Acclaimed author Shirley Jackson is said to have taken inspiration from Bennington College’s Jennings Hall for her classic novel The Haunting of Hill House, published in 1959. Jackson was familiar with the house as the wife of faculty member and American literary critic Stanley Edgar Hyman. As the current home of the Bennington music discipline, one can often hear beautiful music emanating from the studios inside. 
 

3. LINCOLN SQUARE

North Bennington, Vermont

Lincoln Square is home to Powers Market, which has been in near-continuous operation for almost two centuries; the charming Prospect Coffee House; and the John McCullough Library. A more recent addition, Huluppu, is “a magical bookshop.” Owner Janet Sleigh carries Tarot decks, gems, and books about nature and spirituality. 
 

4. GUNNAR SCHONBECK EXHIBIT 

Mass MoCA, North Adams, Massachusetts

Make mysterious or joyful noises with more than 200 musical instruments that make up the Gunnar Schonbeck exhibit at Mass MoCA. Schonbeck taught at Bennington College 1947–2008. The exhibit, titled No Experience Required, invites visitors to play the many and mostly very large instruments and is a testament to Schonbeck’s idea that one need not be a musician to make music. 
 

5. HARMONIC BRIDGE 

North Adams, Massachusetts 

Is that a ghostly moan?
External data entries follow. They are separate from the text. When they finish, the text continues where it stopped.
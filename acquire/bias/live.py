"""The live view of a bias sweep: Ls against the bias current, growing point by point.

:class:`BiasView` renders a :class:`BiasProgress` as it stands: a braille plot
(:mod:`acquire.textplot`, linear current axis) of Ls against the applied bias with a dotted line
at each drop level (1 − d)·L(0), and a line with the present setpoint, the current read back,
Ls, Rs, Q, the energy the part stores now (½·L·I², :mod:`acquire.bias.energy`) and the points
done. On a terminal :func:`open_bias_view` redraws it with rich's live display; elsewhere (a
pipe, a log file, ``--no-live``) it prints one plain line per point.
"""

from __future__ import annotations

import sys
from dataclasses import dataclass, field
from typing import IO

import numpy as np
from rich.console import Console, ConsoleOptions, Group, RenderResult
from rich.live import Live
from rich.markup import escape
from rich.panel import Panel
from rich.text import Text

from acquire.bias.energy import stored_energy
from acquire.bias.sweep_run import BiasPoint
from acquire.display import format_value
from acquire.textplot import draw, y_labels
from acquire.units import format_si

LEVEL_MARK = "┈"


@dataclass
class BiasProgress:
    """What the view shows: the sweep's title line, its drops, and the points so far."""

    title: str
    drops: tuple[float, ...]
    total: int
    stop: float
    dut: str = ""
    points: list[BiasPoint] = field(default_factory=list)

    def add(self, point: BiasPoint) -> None:
        self.points.append(point)


def point_line(point: BiasPoint) -> str:
    """``point 5/25  set 1.00 A  applied 1.000 A  Ls 45.2 µH  Rs 31 mΩ  Q 94  stores 22.6 µJ``."""
    energy = float(stored_energy(point.ls, point.applied))
    return (
        f"point {point.i + 1}/{point.total}  set {point.setpoint:.3g} A  "
        f"applied {point.applied:.4g} A  Ls {format_value('Ls', point.ls)}  "
        f"Rs {format_value('Rs', point.rs)}  Q {format_value('Q', point.q)}  "
        f"stores {format_si(energy, 'J')}"
    )


def render(progress: BiasProgress, width: int, height: int) -> Group:
    """The view for a terminal ``width`` x ``height`` cells."""
    parts: list = [Text(progress.title, no_wrap=True, overflow="ellipsis")]
    pts = progress.points
    if pts:
        current = np.array([p.applied for p in pts])
        ls = np.array([p.ls for p in pts])
        levels = [(1 - d) * ls[0] for d in progress.drops]
        parts.append(_plot(current, ls, levels, progress.stop, width - 4, max(height - 8, 4)))
        parts.append(Text(point_line(pts[-1]), no_wrap=True, overflow="ellipsis"))
    else:
        parts.append(Text("measuring the zero-bias point…"))
    title = "bias sweep" + (f": {escape(progress.dut)}" if progress.dut else "")
    return Group(Panel(Group(*parts), title=title, border_style="cyan"))


def _plot(
    current: np.ndarray, ls: np.ndarray, levels: list[float], stop: float, width: int, height: int
) -> Text:
    low = min([*levels, float(np.nanmin(ls))]) * 0.95
    high = float(np.nanmax(ls)) * 1.02
    labels = y_labels(
        draw(current, ls, 2, height, (0.0, stop), (low, high), False, x_log=False), "H"
    )
    plot_width = max(width - len(labels[0]) - 2, 10)
    plot = draw(current, ls, plot_width, height, (0.0, stop), (low, high), False, x_log=False)
    rows = [list(r) for r in plot.rows]
    for level in levels:
        dot = (high - level) / (high - low) * (4 * height - 1)
        at = int(round(dot)) // 4
        if 0 <= at < height:
            rows[at] = [LEVEL_MARK if c == " " else c for c in rows[at]]
    text = Text(no_wrap=True)
    for label, cells in zip(labels, rows, strict=True):
        text.append(f"{label} │", style="dim")
        text.append("".join(cells), style="cyan")
        text.append("\n")
    axis = f"0 A{'':{max(plot_width - 8, 1)}}{stop:.3g} A"
    text.append(" " * (len(labels[0]) + 2) + axis, style="dim")
    return text


class BiasView:
    """A rich renderable drawing ``progress`` afresh each time it is rendered."""

    def __init__(self, progress: BiasProgress) -> None:
        self.progress = progress

    def __rich_console__(self, console: Console, options: ConsoleOptions) -> RenderResult:
        yield render(self.progress, options.max_width, options.height or console.height)


class LiveBiasView:
    """Redraw on rich's refresh thread; :meth:`add` only records the point."""

    def __init__(self, progress: BiasProgress, console: Console) -> None:
        self.progress = progress
        self._live = Live(BiasView(progress), console=console, refresh_per_second=4,
                          redirect_stdout=False, redirect_stderr=False)  # fmt: skip

    def __enter__(self) -> LiveBiasView:
        self._live.start()
        return self

    def __exit__(self, *exc: object) -> None:
        self._live.stop()

    def add(self, point: BiasPoint) -> None:
        self.progress.add(point)


class PlainBiasProgress:
    """One plain line per point, for pipes and scripts."""

    def __init__(self, progress: BiasProgress, out: IO[str] | None = None) -> None:
        self.progress = progress
        self.out = out or sys.stdout

    def __enter__(self) -> PlainBiasProgress:
        self.out.write(self.progress.title + "\n")
        self.out.flush()
        return self

    def __exit__(self, *exc: object) -> None:
        pass

    def add(self, point: BiasPoint) -> None:
        self.progress.add(point)
        self.out.write(point_line(point) + "\n")
        self.out.flush()


def open_bias_view(
    progress: BiasProgress, live: bool = True, console: Console | None = None
) -> LiveBiasView | PlainBiasProgress:
    """A live view when ``live`` and the console is a terminal, else plain progress lines."""
    console = console or Console()
    if live and console.is_terminal:
        return LiveBiasView(progress, console)
    return PlainBiasProgress(progress, console.file)
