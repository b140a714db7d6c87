"""DC bias in the drivers: the dialect's bias operations, source dialects, and the supplies.

The supplies are driven against a small fake instrument of this file: it keeps a setpoint and
an output state, answers the dialect's commands, and records every message it received (and,
for the fake session, when the session was closed), so the tests check the exact commands
sent. Step values are computed by hand (5 A down to 0 A in steps of at most 1 A is 4, 3, 2, 1,
0). One test talks to the fake through pyvisa-py and a real loopback socket.
"""

from __future__ import annotations

import re
import socket
import threading
from collections.abc import Callable, Iterator
from pathlib import Path
from typing import Any, TypeVar

import pytest

from drivers.bias import NO_BIAS, CurrentSource, MeterBias
from drivers.dialect import DIRECTORY
from drivers.dialect_file import list_dialects, load_dialect, load_source_dialect
from drivers.errors import BiasError, DialectError, OutOfRange, ReplyError, SettingRefused
from drivers.meter import ImpedanceMeter
from drivers.supply import steps

T = TypeVar("T")
SIMULATED = DIRECTORY / "simulated.toml"
SOURCE = DIRECTORY / "simulated-source.toml"
NO_ERROR = '0,"No error"'


# -- the fake instrument -----------------------------------------------------------------------


class FakeInstrument:
    """Answers the simulated meter's bias commands and the simulated source's; records all."""

    def __init__(self, limit: float = 8.0) -> None:
        self.limit = limit
        self.setpoint = 0.0
        self.on = False
        self.received: list[str] = []
        self.errors: list[str] = []
        self.failing_reads: set[int] = set()  # which read-backs (counted from 1) fail
        self.reads = 0

    def handle(self, message: str) -> str | None:
        self.received.append(message)
        head, _, argument = message.partition(" ")
        if message == "SYST:ERR?":
            return self.errors.pop(0) if self.errors else NO_ERROR
        if head in ("BIAS:CURR", "SOUR:CURR") and argument != "MAX":
            self.setpoint = float(argument)
            return None
        if message in ("BIAS:STAT ON", "OUTP ON", "BIAS:STAT OFF", "OUTP OFF"):
            self.on = message.endswith("ON")
            return None
        if message in ("BIAS:MEAS?", "MEAS:CURR?"):
            self.reads += 1
            if self.reads in self.failing_reads:
                raise ReplyError(f"expected a number from the meter, got {'1.2.3'!r}")
            return repr(self.setpoint if self.on else 0.0)
        if message in ("BIAS:LIM?", "SOUR:CURR? MAX"):
            return repr(self.limit)
        if message == "*IDN?":
            return "Bench,FAKE-SOURCE,0001,1.0"
        if message in ("*CLS", "*RST"):
            return None
        raise AssertionError(f"the fake instrument does not know {message!r}")

    @property
    def sets(self) -> list[float]:
        """The currents set, in order."""
        return [float(m.split()[1]) for m in self.received if re.match(r"(BIAS|SOUR):CURR \d", m)]

    def commands(self) -> list[str]:
        """What was received, without the error-queue reads."""
        return [m for m in self.received if m != "SYST:ERR?"]
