class StationScreen:
    """Shows the station to its operator and reads what they type.

    ``interactive`` (a terminal): the screen is cleared and redrawn by :meth:`show`, questions
    are asked with the console's prompt, and :meth:`ring` sounds the terminal's bell. Otherwise
    (serials piped in): one plain line per unit, lines are read from standard input, no bell.
    """

    def __init__(self, console: Console, interactive: bool, bell: bool = True) -> None:
        self.console = console
        self.interactive = interactive
        self.bell = bell
        self._last_unit: ShownUnit | None = None
        self._last_blocked = ""
        self._last_status: StationStatus | None = None

    def show(self, status: StationStatus) -> None:
        """Draw ``status`` (interactive) or print what is new in it as plain lines."""
        if self.interactive:
            self.console.clear()
            # one line stays free for the prompt below
            self.console.print(render(status, self.console.width, self.console.height - 1))
        else:
            if status == self._last_status:
                return
            if status.current is not None and status.current != self._last_unit:
                self._plain(plain_line(status.current))
            last = self._last_status
            if status.energy and (last is None or status.energy != last.energy):
                self._plain(status.energy)
            if status.blocked and status.blocked != self._last_blocked:
                self._plain(f"station stopped: {status.blocked}")
            if status.message:
                self._plain(status.message)
        self._last_unit = status.current
        self._last_blocked = status.blocked
        self._last_status = status

    def _plain(self, line: str) -> None:
        self.console.print(Text(line), soft_wrap=True, highlight=False)

    def ring(self) -> None:
        """Sound the terminal's bell (interactive, with ``bell``); nothing otherwise."""
        if self.bell and self.interactive:
            self.console.file.write("\a")
            self.console.file.flush()

    def ask(self, prompt: str) -> str | None:
        """One line typed or piped, without its line ending; None at the end of input.

        Interactive: the console's prompt (``prompt`` shown as text). Otherwise a line of
        standard input, the prompt not printed."""
        if self.interactive:
            try:
                return self.console.input(Text(prompt))
            except EOFError:
                self.console.line()  # what follows starts below the prompt
                return None
        line = sys.stdin.readline()
        if not line:
            return None
        return line.rstrip("\r\n")

    def summary(self, status: StationStatus) -> RenderableType:
        """The lot summary (see :func:`summary`), for the caller to print."""
        return summary(status)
No. It’s the Harmonic Bridge. Artists Bruce Odland and Sam Auinger augmented this overpass’s design with tubes and microphones so that it creates a droning C as traffic hums overhead. The tone is so low that the soundwave is sixteen feet long. 
 

6. FREEDLYVILLE QUARRY 

Dorset, Vermont 

Take the mile-long hike past the old stone foundations of an abandoned mining town to this cavernous marble quarry. There, you can walk deep into the eastern slope of Mount Aeolus. Inside the cave-like quarry, you will find stone columns and a sheltered pond, which makes a great ice skating spot when it freezes in the winter. 
 

7. SALEM ART WORKS

Salem, New York

Anthony Cafritz ’85 founded the Salem Art Works in 2005. The 120-acre sprawling art park is filled with sculptures, studios, workshops, and nature trails. SAW, as it is known, hosts classes, residencies, and the annual Festival of Fire.